Propane is another item you want to pay attention to since it runs a lot of your cooking burners and also refrigerates your food. We had some problems with some of our propane tanks and I'm not sure if it was the altitude or the rough ride. If your not a mechanic such as myself, bring someone who knows how to deal with these types of issues.
We brought 95% of the food we ate. On our way to the park, we stopped at certain restaurants if we weren't in the mood for cooking. I would recommend bringing your food and making a meal plan. What we did was plan all our meals with one difference: one night, my family would be in charge of dinne for both families and vica versa. This cuts down on preparation time, dirty dishes, and waisting food. The meals we enjoyed were cooked with plenty of preparation which meant that we had more time enjoy taking walks, viewing the scenery and doing some exploring. One of the things the park rangers are adamant about is leaving food out.
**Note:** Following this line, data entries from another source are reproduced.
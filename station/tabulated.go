package station

import (
	"fmt"
	"math"
	"slices"

	"slantwise/orbit/unit"
)

// Tabulated is a quantity given as one figure, or as a table over elevation, or
// over elevation and frequency: linear between its nodes, held at its ends (Span
// tells where they are, so that a caller can say it). It is immutable.
type Tabulated struct {
	elevations  []float64   // deg, rising; at least one
	frequencies []float64   // MHz, rising; at least one
	values      [][]float64 // by frequency, then by elevation
	flat        bool        // one figure for every elevation and frequency
}

// Constant returns the quantity that is v at every elevation and frequency.
func Constant(v float64) *Tabulated {
	return &Tabulated{elevations: []float64{0}, frequencies: []float64{0}, values: [][]float64{{v}}, flat: true}
}

// TabulateElevation returns the quantity given by rows of elevation in deg and
// value. Elevations lie in [-90, 90] and rise strictly; the error names the row.
func TabulateElevation(rows [][2]float64) (*Tabulated, error) {
	grid := make([][3]float64, len(rows))
	for i, r := range rows {
		grid[i] = [3]float64{r[0], 0, r[1]}
		if i > 0 && !(r[0] > rows[i-1][0]) {
			return nil, fmt.Errorf("row %d: elevation %g deg does not rise over %g deg; sort the rows by elevation, each once", i+1, r[0], rows[i-1][0])
		}
	}
	return TabulateGrid(grid)
}

// TabulateGrid returns the quantity given by rows of elevation in deg, frequency in
// MHz and value, in any order: every elevation with every frequency, each once.
func TabulateGrid(rows [][3]float64) (*Tabulated, error) {
	if len(rows) == 0 {
		return nil, fmt.Errorf("the table has no rows; give at least one")
	}
	t := &Tabulated{}
	for i, r := range rows {
		for _, v := range r {
			if math.IsNaN(v) || math.IsInf(v, 0) {
				return nil, fmt.Errorf("row %d: %v holds a value that is not a finite number", i+1, r)
			}
		}
		if !(r[0] >= -90 && r[0] <= 90) {
			return nil, fmt.Errorf("row %d: %w", i+1, &unit.RangeError{Quantity: "elevation", Value: r[0], Unit: "deg", Allowed: "-90 to 90 deg"})
		}
		t.elevations = append(t.elevations, r[0])
		t.frequencies = append(t.frequencies, r[1])
	}
	t.elevations, t.frequencies = sortedOnce(t.elevations), sortedOnce(t.frequencies)
	t.values = make([][]float64, len(t.frequencies))
	for i := range t.values {
		t.values[i] = slices.Repeat([]float64{math.NaN()}, len(t.elevations))
	}
	for i, r := range rows {
		e, _ := slices.BinarySearch(t.elevations, r[0])
		f, _ := slices.BinarySearch(t.frequencies, r[1])
		if !math.IsNaN(t.values[f][e]) {
			return nil, fmt.Errorf("row %d: elevation %g deg with frequency %g MHz stands twice", i+1, r[0], r[1])
		}
		t.values[f][e] = r[2]
	}
	for f := range t.values {
		for e, v := range t.values[f] {
			if math.IsNaN(v) {
				return nil, fmt.Errorf("no row for elevation %g deg with frequency %g MHz; give every elevation with every frequency", t.elevations[e], t.frequencies[f])
			}
		}
	}
	return t, nil
}

func sortedOnce(v []float64) []float64 {
	slices.Sort(v)
	return slices.Compact(v)
}

// AtFrequency returns the quantity over elevation alone, at frequency f.
func (t *Tabulated) AtFrequency(f unit.Frequency) *Tabulated {
	if t.flat || len(t.frequencies) == 1 {
		return t
	}
	i, j, w := bracket(t.frequencies, f.Megahertz())
	row := make([]float64, len(t.elevations))
	for k := range row {
		row[k] = mix(t.values[i][k], t.values[j][k], w)
	}
	return &Tabulated{elevations: t.elevations, frequencies: []float64{f.Megahertz()}, values: [][]float64{row}}
}

// Value returns the quantity at an elevation, of the first frequency of a table that
// holds several (AtFrequency picks another).
func (t *Tabulated) Value(elevation unit.Angle) float64 {
	row := t.values[0]
	if len(row) == 1 {
		return row[0]
	}
	i, j, w := bracket(t.elevations, elevation.Degrees())
	return mix(row[i], row[j], w)
}

// IsConstant tells whether the quantity is one figure for every elevation and
// frequency.
func (t *Tabulated) IsConstant() bool { return t.flat }

// Span returns the first and the last elevation of the table.
func (t *Tabulated) Span() (low, high unit.Angle) {
	n := len(t.elevations)
	return unit.Angle(t.elevations[0]) * unit.Degree, unit.Angle(t.elevations[n-1]) * unit.Degree
}

// HoldsFrequency tells whether f lies within the table, which a table without
// frequencies always does.
func (t *Tabulated) HoldsFrequency(f unit.Frequency) bool {
	n := len(t.frequencies)
	if t.flat || n == 1 && t.frequencies[0] == 0 {
		return true
	}
	return f.Megahertz() >= t.frequencies[0] && f.Megahertz() <= t.frequencies[n-1]
}

// bounds returns the least and the greatest value of the table.
func (t *Tabulated) bounds() (least, greatest float64) {
	least, greatest = math.Inf(1), math.Inf(-1)
	for _, row := range t.values {
		least, greatest = min(least, slices.Min(row)), max(greatest, slices.Max(row))
	}
	return least, greatest
}

// bracket finds the nodes i and j around x and how far x lies from i to j; beyond
// the ends it stays on the end.
func bracket(nodes []float64, x float64) (i, j int, w float64) {
	last := len(nodes) - 1
	switch {
	case x <= nodes[0]:
		return 0, 0, 0
	case x >= nodes[last]:
		return last, last, 0
	}
	for nodes[j] <= x { // tables are short: a scan beats a search
		j++
	}
	i = j - 1
	return i, j, (x - nodes[i]) / (nodes[j] - nodes[i])
}

// mix returns a at w = 0 and b at w = 1, exactly.
func mix(a, b, w float64) float64 { return a*(1-w) + b*w }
Food attracts animals and this can be dangerous. Bears have a keen sense of smell and they are known to frequent campsites. Please don't underestimate these animals. Keep a good visual of your children and where they are walking. There's been horror stories of bear attacks. Stay vigilant!
You will pay more for fuel as you are travelling into and through these parks. You can find gas stations in Yellowstone believe it or not. Most of the park is around 8,000 feet above sea level so your vehicle may not perform with the same amount of power as at sea level. Jackson Hole Wyoming is a great town to stop and visit. There are many restaurants and accomodations for those travelling to Yellowstone. I thought the town (Jackson Hole Wyoming) was very accomodative and offered plenty to do. We refueled there as we travelled toward the Grand Tetons enroute Yellowstone.
In summary, travelling to this national park was a tremendous opportunity to spend time with my family and make memories that will last a lifetime. I would encourage anyone to travel with a family or families that have an interest in travelling, camping in an RV, spending time with one another and viewing some spectacular scenery. You will want to make reservations at least 6 months in advance of your travel. Yellowstone has very few hook-ups for RV's but does offer a few. If you like electricity, water and sewer, you might be best served to camp outside of the park and travel on day-trips into the park. I would suggest picking a quadrant of the park and using most of the day to explore that area since the park is so vast. Focus in one one part of the park and that way you will be able to take your time and learn about the park as well as view the wildlife.